Change vote from *Le Sabre* to *Light*.

For all I know, the choice of song means close to nothing :/


----------



## Le Sabre (May 28, 2012)

*Re: Song Choice [Night 1]*



Gym Leader Shizui said:


> Le Sabre has said in the odorless mafia that her computer access is bad...


Thanks. I'm not active and I am put on and taken off the block.

*Abstain*


----------



## Light (May 29, 2012)

*Re: Song Choice [Night 1]*

Yes! *Lynch Meeeeeeee!!* :/

Also, *Effercon*. :/

*Le Sabre* :/

And now we're back to *Me*. :/


----------



## 1. Luftballon (May 29, 2012)

*Re: Song Choice [Night 1]*



Light said:


> Yes! *Lynch Meeeeeeee!!* :/
> 
> Also, *Effercon*. :/
> 
> ...


... okay, what.


----------



## Light (May 29, 2012)

*Re: Song Choice [Night 1]*

Now that that's out of the way. Ahem.
sreservoir seems kind of spastic, or is it just me?
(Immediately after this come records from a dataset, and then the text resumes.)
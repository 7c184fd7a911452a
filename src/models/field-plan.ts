import { BugError, InputError } from '../errors/errors.ts';
import type { FieldChoice } from '../symbols/field-choice.ts';
import type { RecordLayout } from '../symbols/record-layout.ts';
import { TRANSFORM_CODES } from './field-residual.ts';
import { BUCKETS, tokenCount } from './field-token.ts';

const NO_CONTEXT = 0;
export const LAST_RESIDUAL = 1;
export const LAST_VALUE = 2;
export const EARLIER_FIELD = 3;

/** Bounds between the size classes of a value. */
export const BOUNDS = BUCKETS - 1;

/** What both ends know of a field's values beforehand. */
export interface FieldFacts {
  /** Stands in for the value before the first; unsigned, as in the layout. */
  readonly reference: number;
  /**
   * {@link BOUNDS} integers that never fall; a value in class i lies at or above i of them, by
   * {@link orderedValue}.
   */
  readonly bounds: readonly number[];
}

/** A value turned so that unsigned order is the order of the field. */
export function orderedValue(value: number, width: number, signed: number): number {
  return signed === 1 ? (value ^ (1 << (width - 1))) >>> 0 : value;
}

/** Of a field of which nothing is known: reference 0, classes that part the range evenly. */
export function untrainedFacts(width: number): FieldFacts {
  const bounds = Array.from({ length: BOUNDS }, (_, i) =>
    // Where there are fewer values than classes, one value a class.
    width >= 3 ? (i + 1) * 2 ** (width - 3) : Math.min(i + 1, 2 ** width),
  );
  return { reference: 0, bounds };
}

/** Number of frequency tables of a context, that of a message's first record included. */
export function tableCountOf(kind: number): number {
  if (kind === NO_CONTEXT) return 2;
  return kind === LAST_RESIDUAL ? BUCKETS + 2 : BUCKETS + 1;
}

export function contextKindOf(choice: FieldChoice): number {
  return { none: NO_CONTEXT, last: LAST_RESIDUAL, value: LAST_VALUE, field: EARLIER_FIELD }[
    choice.context.kind
  ];
}

/**
 * How every part of a record is coded, in the form that loops over symbols read.
 *
 * Tables are numbered through all parts. Those of a part begin at `tableStart[part]`: first that of
 * a message's first record, then those of its contexts. The tokens of a table lie at
 * `slotStart[table] … slotStart[table + 1] − 1`.
 */
export class FieldPlan {
  readonly layout: RecordLayout;
  readonly choices: readonly FieldChoice[];
  readonly transforms: Uint8Array;
  readonly contexts: Uint8Array;
  /** Under {@link EARLIER_FIELD}, the part asked. */
  readonly contextParts: Uint16Array;
  readonly references: Uint32Array;
  /** {@link BOUNDS} a part. */
  readonly bounds: Float64Array;
  /** 32 − width. */
  readonly shifts: Uint8Array;
  /** What turns a value into an ordered one. */
  readonly flips: Int32Array;
  readonly tableStart: Uint32Array;
  readonly slotStart: Uint32Array;

  /**
   * @param choices  one a part
   * @param facts    one a part
   * @throws InputError for a context that asks a part that is not earlier
   */
  constructor(layout: RecordLayout, choices: readonly FieldChoice[], facts: readonly FieldFacts[]) {
    const { names, widths, signed } = layout;
    if (choices.length !== names.length || facts.length !== names.length)
      throw new BugError('a plan of fields has not one choice a part');
    this.layout = layout;
    this.choices = choices;
    this.transforms = Uint8Array.from(choices, (choice) => TRANSFORM_CODES[choice.transform]);
    this.contexts = Uint8Array.from(choices, contextKindOf);
    this.contextParts = Uint16Array.from(choices, (choice, part) =>
      earlierPart(names, choice, part),
    );
    this.references = Uint32Array.from(facts, (fact) => fact.reference);
    this.bounds = Float64Array.from(facts.flatMap((fact) => fact.bounds));
    this.shifts = widths.map((width) => 32 - width);
    this.flips = Int32Array.from(widths, (width, part) =>
      signed[part] === 1 ? 1 << (width - 1) : 0,
    );
    this.tableStart = new Uint32Array(names.length + 1);
    const slots: number[] = [0];
    for (let part = 0; part < names.length; part++) {
      const tables = tableCountOf(this.contexts[part]);
      this.tableStart[part + 1] = this.tableStart[part] + tables;
      for (let i = 0; i < tables; i++)
        slots.push(slots[slots.length - 1] + tokenCount(widths[part]));
    }
    this.slotStart = Uint32Array.from(slots);
  }

  get partCount(): number {
    return this.choices.length;
  }

  get tableCount(): number {
    return this.slotStart.length - 1;
  }

  /** Frequencies of all tables. */
  get slotCount(): number {
    return this.slotStart[this.tableCount];
  }
}

function earlierPart(names: readonly string[], choice: FieldChoice, part: number): number {
  const { context } = choice;
  if (context.kind !== 'field') return 0;
  const asked = names.indexOf(context.name);
  if (asked >= 0 && asked < part) return asked;
  throw new InputError(`the field ${names[part]} cannot have the context field:${context.name}`, {
    expected:
      part === 0
        ? 'none, last or value: no field lies before this one'
        : `a field that lies before it in the record: ${names.slice(0, part).join(', ')}`,
    got: context.name,
  });
}
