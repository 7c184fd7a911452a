import { BitReader } from '../bits/bit-reader.ts';
import { BitWriter } from '../bits/bit-writer.ts';
import { CorruptStreamError, InputError, LimitError } from '../errors/errors.ts';
import { newSymbolArray } from '../symbols/sequence.ts';
import type { Coder, Declaration, DecodeLimits, Decoder, Encoder, Setup } from './contract.ts';
import { MessageWalk } from './message-frame.ts';
import { MessageLedger } from './message-ledger.ts';
import { wholeMessages } from './message-pieces.ts';
import type { ByteMethod } from './reference-library.ts';
import { bytesPerSymbol, bytesToSymbols, symbolsToBytes } from './reference-symbols.ts';
import { growSymbols } from './symbol-buffer.ts';

/** What the declarations of all references have in common. */
export const referenceTraits = {
  resets: ['message'],
  needsWholeMessage: true,
  reference: true,
  maxAlphabetSize: 2 ** 32,
} as const satisfies Partial<Declaration>;

/**
 * A coder of `declaration` on top of a general-purpose byte coder. Each message is a stream of its own.
 *
 * Nothing is booked in `framing` under any lengths rule: the stream marks its own end, and the decoded byte count gives the
 * symbol count. An empty message takes 0 bits where `known` or `link` already tells that it is empty; under `sent` it
 * is the stream of no bytes. The stream is whole bytes, so under an align of 1 its last, partly used byte counts as written.
 * What is decoded may be wrong without any error: the streams carry no checksum.
 *
 * @param methodOf  the byte coder under this setup
 */
export function referenceCoder(
  declaration: Declaration,
  methodOf: (setup: Setup) => ByteMethod,
): Coder {
  return {
    declares: declaration,
    check(setup) {
      if (declaration.policies.includes(setup.policy) && setup.reset === 'message') return;
      throw new InputError(`${declaration.name} codes each message apart`, {
        coder: declaration.name,
        expected: `tables ${declaration.policies.join(', ')}; reset message`,
        got: `tables ${setup.policy}; reset ${setup.reset}`,
      });
    },
    decoderHolds: () => 'message',
    encoder: (setup) => referenceEncoder(setup, methodOf(setup)),
    decoder: (setup, limits) => referenceDecoder(setup, limits, methodOf(setup)),
  };
}

function referenceEncoder(setup: Setup, method: ByteMethod): Encoder {
  const width = bytesPerSymbol(setup.alphabetSize);
  const writer = new BitWriter();
  const ledger = new MessageLedger(setup.align);
  const messages = wholeMessages((symbols, from, to) => {
    if (to > from || setup.lengths === 'sent') {
      const stream = method.compress(symbolsToBytes(symbols, from, to, width));
      writer.writeBytes(stream);
      ledger.writtenBits += stream.length * 8;
      ledger.payloadBits += stream.length * 8;
    }
    ledger.close(writer);
  });
  return {
    push: (chunk) => messages.push(chunk),
    finish: () => {
      messages.finish();
      return ledger.finish(writer);
    },
  };
}

function referenceDecoder(setup: Setup, limits: DecodeLimits, method: ByteMethod): Decoder {
  const { alphabetSize, lengths } = setup;
  const width = bytesPerSymbol(alphabetSize);
  return {
    decode(input) {
      const reader = new BitReader(input.bytes);
      const walk = new MessageWalk(reader, setup, input, limits);
      let symbols = newSymbolArray(alphabetSize, 0);
      let filled = 0;
      for (let i = 0; i < input.messageCount; i++) {
        walk.open();
        const granted = lengths === 'known' ? input.symbolCounts![i] : undefined;
        if (granted !== undefined) walk.book(granted);
        const from = reader.position / 8;
        const isEmpty = lengths === 'link' ? reader.limit === reader.position : granted === 0;
        if (isEmpty) {
          if (granted === undefined) walk.book(0);
          walk.close(reader.position);
          continue;
        }
        const most = granted ?? limits.maxSymbols - filled;
        const found = method.decompress(
          input.bytes.subarray(from, Math.floor(reader.limit / 8)),
          most * width,
        );
        if (found === undefined && granted === undefined) {
          throw new LimitError('the coded bytes hold more symbols than allowed', {
            messageIndex: i,
            bitOffset: reader.position,
            expected: `at most ${limits.maxSymbols}`,
          });
        }
        const count = found === undefined ? Number.NaN : found.content.length / width;
        const whole = Number.isInteger(count) && (granted === undefined || granted === count);
        if (found === undefined || !whole || (count === 0 && lengths !== 'sent')) {
          throw new CorruptStreamError('a message does not hold the symbols it should', {
            messageIndex: i,
            bitOffset: reader.position,
            expected: granted === undefined ? 'whole symbols' : `${granted} symbols`,
            got: found === undefined ? 'more' : `${found.content.length} bytes, ${width} a symbol`,
          });
        }
        if (granted === undefined) walk.book(count);
        symbols = growSymbols(symbols, alphabetSize, filled, count);
        bytesToSymbols(found.content, width, alphabetSize, symbols, filled);
        filled += count;
        walk.close((from + found.usedBytes) * 8);
      }
      return {
        sequence: {
          alphabetSize,
          symbols: symbols.subarray(0, filled),
          messageEnds: walk.messageEnds,
        },
        bitsConsumed: reader.position,
      };
    },
  };
}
Either way, e definitely seems to know some things - I know for example that em voting for effercon and then immediately changing eir vote was for a specific reason - ... and I can second the observation about moon mindscrewing around. In that vein, *Le Sabre* seems like a worthy target, if sreservoir says e _knows_ Sabre is mafia.


----------



## 1. Luftballon (May 29, 2012)

*Re: Song Choice [Night 1]*



Light said:


> sreservoir seems kind of spastic, or is it just me?


yes.


----------



## Le Sabre (May 29, 2012)

*Re: Song Choice [Night 1]*

Really? Really? when did res once say that it knew I was Mafia? I am on the block again. I have nothing to hide, I am NOT Mafia. Even though you don't have to believe me, but I'll defend myself.


----------



## 1. Luftballon (May 29, 2012)

*Re: Song Choice [Night 1]*



Light said:


> Now that that's out of the way. Ahem.
> sreservoir seems kind of spastic, or is it just me? Either way, e definitely seems to know some things - I know for example that em voting for effercon and then immediately changing eir vote was for a specific reason - ... and I can second the observation about moon mindscrewing around. In that vein, *Le Sabre* seems like a worthy target, if sreservoir says e _knows_ Sabre is mafia.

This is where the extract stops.